Collected data
________________

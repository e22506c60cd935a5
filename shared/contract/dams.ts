import * as z from 'zod/mini';
import { damAction, damRole } from './actions.ts';
import { email, id, personRef, requiredText, shortText, timestamp } from './common.ts';
// Not from the document: the dams list is part of the first load and needs nothing else of it.
import { unitSystem } from './unit-system.ts';

const level = z.nullable(z.number().check(z.gte(-12_000), z.lte(30_000)));

export const damInput = z.object({
  name: requiredText,
  unitSystem,
  /** Name of the vertical datum, such as "local datum LD". */
  datum: shortText,
  fullSupplyLevel: level,
  /** kN/m³ (SI) or lb/ft³ (US). */
  gammaW: z.number().check(z.positive(), z.lte(200)),
});
export const damPatch = z.partial(damInput);

export const damDto = z.object({
  id,
  name: z.string(),
  unitSystem,
  datum: z.string(),
  fullSupplyLevel: z.nullable(z.number()),
  gammaW: z.number(),
  archivedAt: z.nullable(timestamp),
  /** The reader's own parts. */
  roles: z.array(damRole),
  /** What the reader may do here. */
  can: z.array(damAction),
  drawingCount: z.number(),
  openNoteCount: z.number(),
  /** Notes in which others wrote what the reader has not seen; none for who has no part on the dam. */
  unreadNoteCount: z.number(),
});
export type DamDto = z.infer<typeof damDto>;
export const damListDto = z.object({ items: z.array(damDto) });
export const damListQuery = z.object({ archived: z.optional(z.enum(['yes', 'no'])) });

export const memberDto = z.object({
  person: personRef,
  email: z.string(),
  roles: z.array(damRole),
  state: z.enum(['active', 'invited', 'deactivated']),
});
export type MemberDto = z.infer<typeof memberDto>;
export const memberListDto = z.object({ items: z.array(memberDto) });
export const memberRolesInput = z.object({ roles: z.array(damRole).check(z.minLength(1)) });
export const memberInviteInput = z.object({ email, roles: z.array(damRole).check(z.minLength(1)) });

export const eventDto = z.object({
  id,
  type: z.string(),
  /** The sentence for the activity list, without the person's name. */
  text: z.string(),
  person: z.nullable(personRef),
  drawingId: z.nullable(id),
  netId: z.nullable(id),
  at: timestamp,
});
export type EventDto = z.infer<typeof eventDto>;

/**
 * `GET /waiting`: what waits for the reader: first what has a day, then what must be answered before acceptance, then the
 * newest.
 */
export const waitingDto = z.object({
  items: z.array(
    z.object({
      kind: z.enum(['check', 'answer', 'named', 'unread', 'returned', 'calibrate', 'trace']),
      text: z.string(),
      detail: z.string(),
      damId: id,
      damName: z.string(),
      drawingId: z.nullable(id),
      netId: z.nullable(id),
      revisionId: z.nullable(id),
      /** The newest of the notes that wait. */
      noteId: z.nullable(id),
      /** Day by which the check is due. */
      dueOn: z.nullable(z.iso.date()),
      /** Of notes: a reviewer wants an answer before acceptance. */
      mustAnswer: z.boolean(),
      at: timestamp,
    }),
  ),
});
export type WaitingDto = z.infer<typeof waitingDto>;
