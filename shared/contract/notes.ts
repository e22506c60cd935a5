import * as z from 'zod/mini';
import { id, personRef, timestamp } from './common.ts';
import { sheetPoint } from './document.ts';
import { MAX_NOTE_FILES, MAX_NOTE_LENGTH } from './limits.ts';
import { titleBlockCell } from './reading.ts';

/** What a note is about. `at` is where its balloon stands, kept for the case that the entity goes. */
export const noteAnchor = z.discriminatedUnion('on', [
  z.object({ on: z.literal('readingPoint'), entityId: id, at: sheetPoint }),
  z.object({ on: z.literal('line'), entityId: id, at: sheetPoint }),
  z.object({ on: z.literal('profile'), entityId: id, at: sheetPoint }),
  /** A cell of the net, by the two lines of equal head and the two in the direction of flow around it. */
  z.object({ on: z.literal('cell'), heads: z.tuple([id, id]), flows: z.tuple([id, id]), at: sheetPoint }),
  z.object({ on: z.literal('place'), at: sheetPoint }),
  /** A figure of the title block. */
  z.object({
    on: z.literal('titleBlock'),
    cell: z.enum([...titleBlockCell.options, 'drawn', 'checked', 'calculation']),
  }),
  z.object({ on: z.literal('drawing') }),
]);
export type NoteAnchor = z.infer<typeof noteAnchor>;

const noteText = z.string().check(z.trim(), z.minLength(1), z.maxLength(MAX_NOTE_LENGTH));
/** Files uploaded before for this text, which take their place in it. */
const fileIds = z.optional(z.array(id).check(z.maxLength(MAX_NOTE_FILES)));

export const noteInput = z.object({ id, anchor: noteAnchor, text: noteText, fileIds });
export const answerInput = z.object({ id, text: noteText, fileIds });
export const entryPatch = z.object({ text: noteText });
/** How many entries, counted from the first, the reader has seen. */
export const readInput = z.object({ entries: z.number().check(z.int(), z.gte(1)) });

/** Files of notes, of the kinds that drawings may be. */
export const noteFileDto = z.object({
  id,
  fileName: z.string(),
  mediaType: z.string(),
  byteSize: z.number(),
});
export type NoteFileDto = z.infer<typeof noteFileDto>;

export const noteEntryDto = z.object({
  id,
  author: personRef,
  text: z.string(),
  at: timestamp,
  /** When its text was last changed; null when it never was. */
  editedAt: z.nullable(timestamp),
  /** Those named with @ in the text. */
  named: z.array(personRef),
  files: z.array(noteFileDto),
});
export type NoteEntryDto = z.infer<typeof noteEntryDto>;

const byWhom = z.nullable(z.object({ by: personRef, at: timestamp }));

export const noteDto = z.object({
  id,
  netId: id,
  /** Number in its balloon, counted within the net. */
  number: z.number(),
  anchor: noteAnchor,
  state: z.enum(['open', 'answered', 'closed']),
  createdAt: timestamp,
  /** The newest answer by somebody other than the author; null while it is open. */
  answered: byWhom,
  closedBy: z.nullable(personRef),
  closedAt: z.nullable(timestamp),
  /** Who wants it answered before acceptance; null when nothing waits for it. */
  mustAnswer: byWhom,
  /** Entries of others that the reader has not seen. */
  unread: z.number(),
  entries: z.array(noteEntryDto),
});
export type NoteDto = z.infer<typeof noteDto>;
export const noteListDto = z.object({ items: z.array(noteDto) });

/** What an entry said before, the newest first. */
export const earlierTextsDto = z.object({
  items: z.array(z.object({ id, text: z.string(), replacedAt: timestamp })),
});
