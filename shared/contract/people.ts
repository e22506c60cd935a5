import * as z from 'zod/mini';
import { globalAction } from './actions.ts';
import { email, id, requiredText, timestamp } from './common.ts';
import { MAX_PASSWORD_LENGTH, MIN_PASSWORD_LENGTH } from './limits.ts';

export const newPassword = z
  .string()
  .check(z.minLength(MIN_PASSWORD_LENGTH), z.maxLength(MAX_PASSWORD_LENGTH));

/** `GET /session`: who is signed in, the token every write sends as `X-CSRF-Token`, and what needs no dam. */
export const sessionDto = z.object({
  person: z.nullable(z.object({ id, name: z.string(), email: z.string(), admin: z.boolean() })),
  csrfToken: z.string(),
  can: z.array(globalAction),
  /** Demo sign-ins to offer on the sign-in page; empty outside the demo. */
  demoSignIns: z.array(
    z.object({ name: z.string(), email: z.string(), password: z.string(), part: z.string() }),
  ),
  /** True when mails are written to the outbox folder and can be read at a page. */
  outboxReadable: z.boolean(),
});
export type SessionDto = z.infer<typeof sessionDto>;

export const signInInput = z.object({ email, password: z.string().check(z.maxLength(MAX_PASSWORD_LENGTH)) });
export const passwordResetRequest = z.object({ email });
export const passwordResetInput = z.object({
  token: z.string().check(z.maxLength(200)),
  password: newPassword,
});
export const invitationLookup = z.object({ token: z.string().check(z.maxLength(200)) });
export const invitationDto = z.object({
  email: z.string(),
  invitedBy: z.string(),
  damName: z.nullable(z.string()),
});
export const invitationAcceptInput = z.object({
  token: z.string().check(z.maxLength(200)),
  name: requiredText,
  password: newPassword,
});
export const passwordChangeInput = z.object({
  current: z.string().check(z.maxLength(MAX_PASSWORD_LENGTH)),
  next: newPassword,
});
export const meInput = z.object({ name: requiredText });

export const personDto = z.object({
  id,
  name: z.string(),
  email: z.string(),
  admin: z.boolean(),
  /** `invited` until the invitation is accepted. */
  state: z.enum(['active', 'invited', 'deactivated']),
  createdAt: timestamp,
});
export type PersonDto = z.infer<typeof personDto>;
export const personListDto = z.object({ items: z.array(personDto) });
export const invitePersonInput = z.object({ email, admin: z.boolean() });
export const personPatch = z.object({ admin: z.optional(z.boolean()), active: z.optional(z.boolean()) });
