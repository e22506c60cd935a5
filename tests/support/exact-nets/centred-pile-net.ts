import { type ExactNet, type ExactPlace, openGroundNet } from '#shared/compute/exact/exact-net.ts';

export type CentredPileNet = {
  /** Width of the floor along the flow, and depth of the pile under its middle. */
  readonly width: number;
  readonly depth: number;
  readonly headwater: number;
  readonly tailwater: number;
  readonly drops: number;
  readonly channels: number;
  /** Middle of the floor, at ground level. */
  readonly middle: ExactPlace;
};

/**
 * Flow under a flat floor with a thin pile under its middle, on the level surface of a half-space. With z = x + iy, x
 * towards the tailwater and y the depth: ζ = √(z² + s²) spreads the pile flat, so that the floor becomes one of half
 * width c = √(b²/4 + s²), and ζ = c·cosh(v + iθ), h = tailwater + Hθ/π. Source: Khosla, Bose and Taylor (1936),
 * intermediate pile; Harr (1962).
 */
export function centredPileNet(options: CentredPileNet): ExactNet {
  const { width, depth, headwater, tailwater, drops, channels, middle } = options;
  const c = Math.hypot(width / 2, depth);
  const placeAt = (dropsLost: number, channel: number): ExactPlace => {
    const theta = Math.PI * (1 - dropsLost / drops);
    const v = (Math.PI * channel) / drops;
    const re = c * Math.cos(theta) * Math.cosh(v);
    const im = c * Math.sin(theta) * Math.sinh(v);
    const [x, y] = rootOf(re * re - im * im - depth * depth, 2 * re * im, re);
    return [middle[0] + x, middle[1] - y];
  };
  return openGroundNet({
    headwater,
    tailwater,
    drops,
    channels,
    placeAt,
    headAt: (offset, elevation) => {
      const x = offset - middle[0];
      const y = middle[1] - elevation;
      const [re, im] = rootOf(x * x - y * y + depth * depth, 2 * x * y, x);
      const cosine = (Math.hypot(re + c, im) - Math.hypot(re - c, im)) / (2 * c);
      return tailwater + ((headwater - tailwater) / Math.PI) * Math.acos(Math.min(1, Math.max(-1, cosine)));
    },
    outline: [(part) => outlineAt(part / 2, options), (part) => outlineAt((1 + part) / 2, options)],
  });
}

/** The square root with y ≥ 0 whose x has the sign of `side`. */
function rootOf(re: number, im: number, side: number): [x: number, y: number] {
  const size = Math.hypot(re, im);
  const x = Math.sqrt(Math.max(0, (size + re) / 2));
  const y = Math.sqrt(Math.max(0, (size - re) / 2));
  return [side < 0 ? -x : x, y];
}

/** Floor, down one side of the pile to its tip at the part 1/2, up the other, floor: as an outline is traced. */
function outlineAt(part: number, { width, depth, middle }: CentredPileNet): ExactPlace {
  const s = part * (width + 2 * depth) - (width / 2 + depth);
  const onPile = depth - Math.abs(s);
  if (onPile >= 0) return [middle[0], middle[1] - onPile];
  return [middle[0] + Math.sign(s) * (Math.abs(s) - depth), middle[1]];
}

________________

Required work:
Of all the entries above, retype exactly the lines from the line with "number, y: number]" to the line with "const s = part", both included, and no others.

Exercise response:
function rootOf(re: number, im: number, side: number): [x: number, y: number] {
  const size = Math.hypot(re, im);
  const x = Math.sqrt(Math.max(0, (size + re) / 2));
  const y = Math.sqrt(Math.max(0, (size - re) / 2));
  return [side < 0 ? -x : x, y];
}

/** Floor, down one side of the pile to its tip at the part 1/2, up the other, floor: as an outline is traced. */
function outlineAt(part: number, { width, depth, middle }: CentredPileNet): ExactPlace {
  const s = part * (width + 2 * depth) - (width / 2 + depth);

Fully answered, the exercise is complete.